By: Andreas Krüger (woopstar) 2016-04-19 07:04:30.038-0500

Hi Rusty;

Did you find time to look into this issue?

By: Rusty Newton (rnewton) 2016-04-25 17:53:29.593-0500

Sorry for the delay. I had other issues to look into first.

I've looked into it a bit, I'm not sure how to reproduce yet or what the root issue could be. I'll probably have to find someone who is more expert at IAX to take a look.

By: Rusty Newton (rnewton) 2016-04-26 18:06:07.438-0500

{quote}
When this happens, everything stops to work and we cannot get asterisk to work again unless we restart the service (not the server).
{quote}

Can you prepare for, and gather a backtrace along with locks output the next time Asterisk locks up?
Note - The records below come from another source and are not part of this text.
/** The period that differences of measure j wrap with, given the unedited image's measures. */
export function measurePeriod(j: number, base: ArrayLike<number>): number | undefined {
  const info = IMAGE_MEASURES[j];
  if (info.periodFrom) {
    const k = base[measureIndex(info.periodFrom)];
    return k > 0 ? 360 / k : NaN;
  }
  return info.period;
}

/**
 * Change of measure j from an unedited image (base row) to its edit (edit row), wrapped into
 * (−period/2, period/2] for circular measures. NaN when either side is not measurable, or when
 * the orientation's harmonic order differs between the two (the angles are then not comparable).
 */
export function measureDelta(j: number, base: ArrayLike<number>, edit: ArrayLike<number>): number {
  const info = IMAGE_MEASURES[j];
  let d = edit[j] - base[j];
  if (Number.isNaN(d)) return NaN;
  if (info.periodFrom) {
    const f = measureIndex(info.periodFrom);
    if (base[f] !== edit[f]) return NaN;
  }
  const period = measurePeriod(j, base);
  if (period !== undefined) {
    if (!(period > 0)) return NaN;
    d = ((d % period) + period) % period;
    if (d > period / 2) d -= period;
  }
  return d;
}

export interface Moments {
  m00: number;
  cx: number;
  cy: number;
  mu20: number;
  mu02: number;
  mu11: number;
  /** degrees, ½·atan2(2μ11, μ20 − μ02); y points down, so positive is clockwise on screen */
  theta: number;
  eccentricity: number;
}

/** Raw and central image moments of a (soft) mask; x = column, y = row. */
export function imageMoments(mask: ArrayLike<number>, width: number, height: number): Moments {
  let m00 = 0;
  let m10 = 0;
  let m01 = 0;
  for (let y = 0; y < height; y++)
    for (let x = 0; x < width; x++) {
      const v = mask[y * width + x];
      m00 += v;
      m10 += x * v;
      m01 += y * v;
    }
  const cx = m10 / m00;
  const cy = m01 / m00;
  let mu20 = 0;
  let mu02 = 0;
  let mu11 = 0;
  for (let y = 0; y < height; y++)
    for (let x = 0; x < width; x++) {
      const v = mask[y * width + x];
      mu20 += (x - cx) ** 2 * v;
      mu02 += (y - cy) ** 2 * v;
      mu11 += (x - cx) * (y - cy) * v;
    }
  const theta = (0.5 * Math.atan2(2 * mu11, mu20 - mu02) * 180) / Math.PI;
  const root = Math.sqrt(4 * mu11 * mu11 + (mu20 - mu02) ** 2);
  const lp = (mu20 + mu02 + root) / (2 * m00);
  const lm = (mu20 + mu02 - root) / (2 * m00);
  return { m00, cx, cy, mu20, mu02, mu11, theta, eccentricity: lp > 0 ? Math.sqrt(Math.max(0, 1 - lm / lp)) : 0 };
}

/** Colourfulness M3 of Hasler & Süsstrunk (2003) on 8-bit RGB, population standard deviations. */
export function colourfulness(img: RgbaImage): number {
  const n = img.width * img.height;
  let srg = 0;
  let syb = 0;
  let srg2 = 0;
  let syb2 = 0;
  for (let p = 0; p < n; p++) {
    const r = img.data[p * 4];
    const g = img.data[p * 4 + 1];
    const b = img.data[p * 4 + 2];
    const rg = r - g;
    const yb = 0.5 * (r + g) - b;
    srg += rg;
    syb += yb;
    srg2 += rg * rg;
    syb2 += yb * yb;
  }
  const mrg = srg / n;
  const myb = syb / n;
  const vrg = Math.max(0, srg2 / n - mrg * mrg);
  const vyb = Math.max(0, syb2 / n - myb * myb);
  return Math.sqrt(vrg + vyb) + 0.3 * Math.sqrt(mrg * mrg + myb * myb);
}

/** Rec. 601 luma of 8-bit RGB (equals the grey value for R = G = B). */
export function luma(img: RgbaImage): Float64Array {
  const n = img.width * img.height;
  const y = new Float64Array(n);
  for (let p = 0; p < n; p++) y[p] = 0.299 * img.data[p * 4] + 0.587 * img.data[p * 4 + 1] + 0.114 * img.data[p * 4 + 2];
  return y;
}

/**
 * Variance (population) of the 4-neighbour Laplacian [[0,1,0],[1,−4,1],[0,1,0]].
 * border 'reflect101' mirrors without repeating the edge (OpenCV's default); 'interior' skips it.
 */
export function laplacianVariance(gray: ArrayLike<number>, width: number, height: number, border: 'reflect101' | 'interior' = 'reflect101'): number {
  const at = (x: number, y: number) => {
    const xx = x < 0 ? -x : x >= width ? 2 * width - 2 - x : x;
    const yy = y < 0 ? -y : y >= height ? 2 * height - 2 - y : y;
    return gray[yy * width + xx];
  };
  const lo = border === 'interior' ? 1 : 0;
  let s = 0;
  let s2 = 0;
  let n = 0;
  for (let y = lo; y < height - lo; y++)
    for (let x = lo; x < width - lo; x++) {
      const v = at(x, y - 1) + at(x - 1, y) + at(x + 1, y) + at(x, y + 1) - 4 * at(x, y);
      s += v;
      s2 += v * v;
      n++;
    }
  const m = s / n;
  return s2 / n - m * m;
}


/** Everything measured on one image: the values in IMAGE_MEASURES order, and the subject found. */
export interface ImageAnalysis {
  values: Float64Array;
  subject: Subject;
  lab: LabImage;
}

/** Every built-in measure of one image, in IMAGE_MEASURES order; NaN where not measurable. */
export function measureImage(img: RgbaImage): Float64Array {
  return analyseImage(img).values;
}

export function analyseImage(img: RgbaImage): ImageAnalysis {
  const lab = toLab(img);
  const subject = findSubject(lab, img);
  const { width: w, height: h } = img;
  const values = new Float64Array(IMAGE_MEASURES.length).fill(NaN);
  const set = (name: string, v: number) => (values[measureIndex(name)] = v);
  set('colourfulness', colourfulness(img));

  // Background colour: median outside the dilated subject (the whole image when there is none).
  const [bL, bA, bB] = [lab.L, lab.a, lab.b].map((ch) => regionMedian(ch, subject.region, REGION_BACKGROUND));
  if (!Number.isNaN(bL)) {
    set('background_lightness', bL);
    set('background_chroma', Math.hypot(bA, bB));
    set('background_hue', hueOf(bA, bB));
  }
  if (!subject.found) return { values, subject, lab };

  const mo = imageMoments(subject.mask, w, h);
  set('subject_x', (mo.cx + 0.5) / w);
  set('subject_y', (mo.cy + 0.5) / h);
  set('subject_radius', Math.sqrt(mo.m00 / Math.PI) / Math.sqrt(w * h));
  // Shape is read from the mask re-sharpened to a one-pixel ramp about its half level: a soft
  // edge of fixed width in pixels would otherwise make a small subject look rounder than the same
  // subject drawn larger (shape would answer size), and a blur would change shape.
  const edge = edgeWidth(subject.mask, w, h);
  const gain = Number.isFinite(edge) ? Math.max(1, edge) : 1;
  const shapeMask = gain > 1 ? subject.mask.map((m) => Math.min(1, Math.max(0, 0.5 + (m - 0.5) * gain))) : subject.mask;
  const so = gain > 1 ? imageMoments(shapeMask, w, h) : mo;
  const root = Math.sqrt(4 * so.mu11 * so.mu11 + (so.mu20 - so.mu02) ** 2);
  const lp = so.mu20 + so.mu02 + root;
  const lm = so.mu20 + so.mu02 - root;
  set('shape_elongation', lp > 0 ? Math.max(0, 1 - lm / lp) : 0);
  set('shape_roundness', (so.m00 * so.m00) / (2 * Math.PI * (so.mu20 + so.mu02)));
  const harmonics = angularHarmonics(shapeMask, w, h, so.cx, so.cy);
  let k = 0;
  for (let j = 1; j <= MAX_HARMONIC; j++) if (harmonics.strength[j] > (k ? harmonics.strength[k] : 0)) k = j;
  const strength = k ? harmonics.strength[k] : 0;
  set('shape_harmonic', strength);
  const measurable = strength >= ORIENTATION_STRENGTH_FLOOR;
  set('shape_fold', measurable ? k : 0);
  if (measurable) set('orientation', harmonics.angle[k]);

  // Subject colour: median of the interior, so an inset of another colour does not move it.
  // A subject too thin to have an interior: its half-covered pixels instead.
  const which = subject.region.includes(REGION_INTERIOR) ? subject.region : Uint8Array.from(subject.mask, (m) => (m >= 0.5 ? REGION_INTERIOR : 0));
  const [sL, sA, sB] = [lab.L, lab.a, lab.b].map((ch) => regionMedian(ch, which, REGION_INTERIOR));
  set('subject_lightness', sL);
  set('subject_chroma', Math.hypot(sA, sB));
  set('subject_hue', hueOf(sA, sB));

  set('subject_detail', interiorGradient(lab, subject, w, h) / Math.sqrt(mo.m00));
  set('edge_width', edge);
  set('symmetry', mirrorSymmetry(lab, shapeMask, w, h, so.cx, so.cy));
  return { values, subject, lab };
}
Here are the instructions:
https://wiki.asterisk.org/wiki/display/AST/Getting+a+Backtrace#GettingaBacktrace-GettingInformationForADeadlock

By: Andreas Krüger (woopstar) 2016-05-11 08:50:17.970-0500

Hi,

We'll try to gather the backtrace, but it is very difficult to do so, as it only happens occasionally.

What we see though is, that it always happens on type = 6 and subclass = 11 , and also on type = 6, subclass = 2. It seems an earlier ISSUE has been made about it too: ASTERISK-21193 which could be related.

Looking into this file: https://github.com/asterisk/asterisk/blob/master/include/asterisk/frame.h#L259 it seems that is classes which is related to RING and OPTIONS.

We just updated to 13.9.0 and seen the error there too.

By: Andreas Krüger (woopstar) 2016-05-13 06:41:16.399-0500

It may be worth noting and defining "stop working" better.

When the error happens, Asterisk is still responsive. You can log into the console, and suck. But channels are not working. The console is simply just "spamming" the max retries error every second.

By: Rusty Newton (rnewton) 2016-05-17 18:25:02.585-0500

Are any channels hung when this occurs? Can you provide "core show channel" or "iax2 show channel" output for the hung channels if they exist?

By: Andreas Krüger (woopstar) 2016-05-18 06:33:21.530-0500

We're setup a monitoring script at the servers now. When a max tries happens now, the follow output it gathered:

{code}
asterisk -rx "core show channels" > /tmp/core-show-channels.txt
asterisk -rx "iax2 show channels" > /tmp/iax2-show-channels.txt
asterisk -rx "iax2 show netstats" > /tmp/iax2-show-netstats.txt
gdb -ex "thread apply all bt" --batch /usr/sbin/asterisk `pidof asterisk` > /tmp/backtrace-threads.txt
asterisk -rx "core show locks" > /tmp/core-show-locks.txt
{code}

By: Rusty Newton (rnewton) 2016-05-18 17:57:08.331-0500

You want to get the "core show channel <channel name>" and "iax2 show channel <channel name>" output for each of the channels that is up to see what they are doing individually.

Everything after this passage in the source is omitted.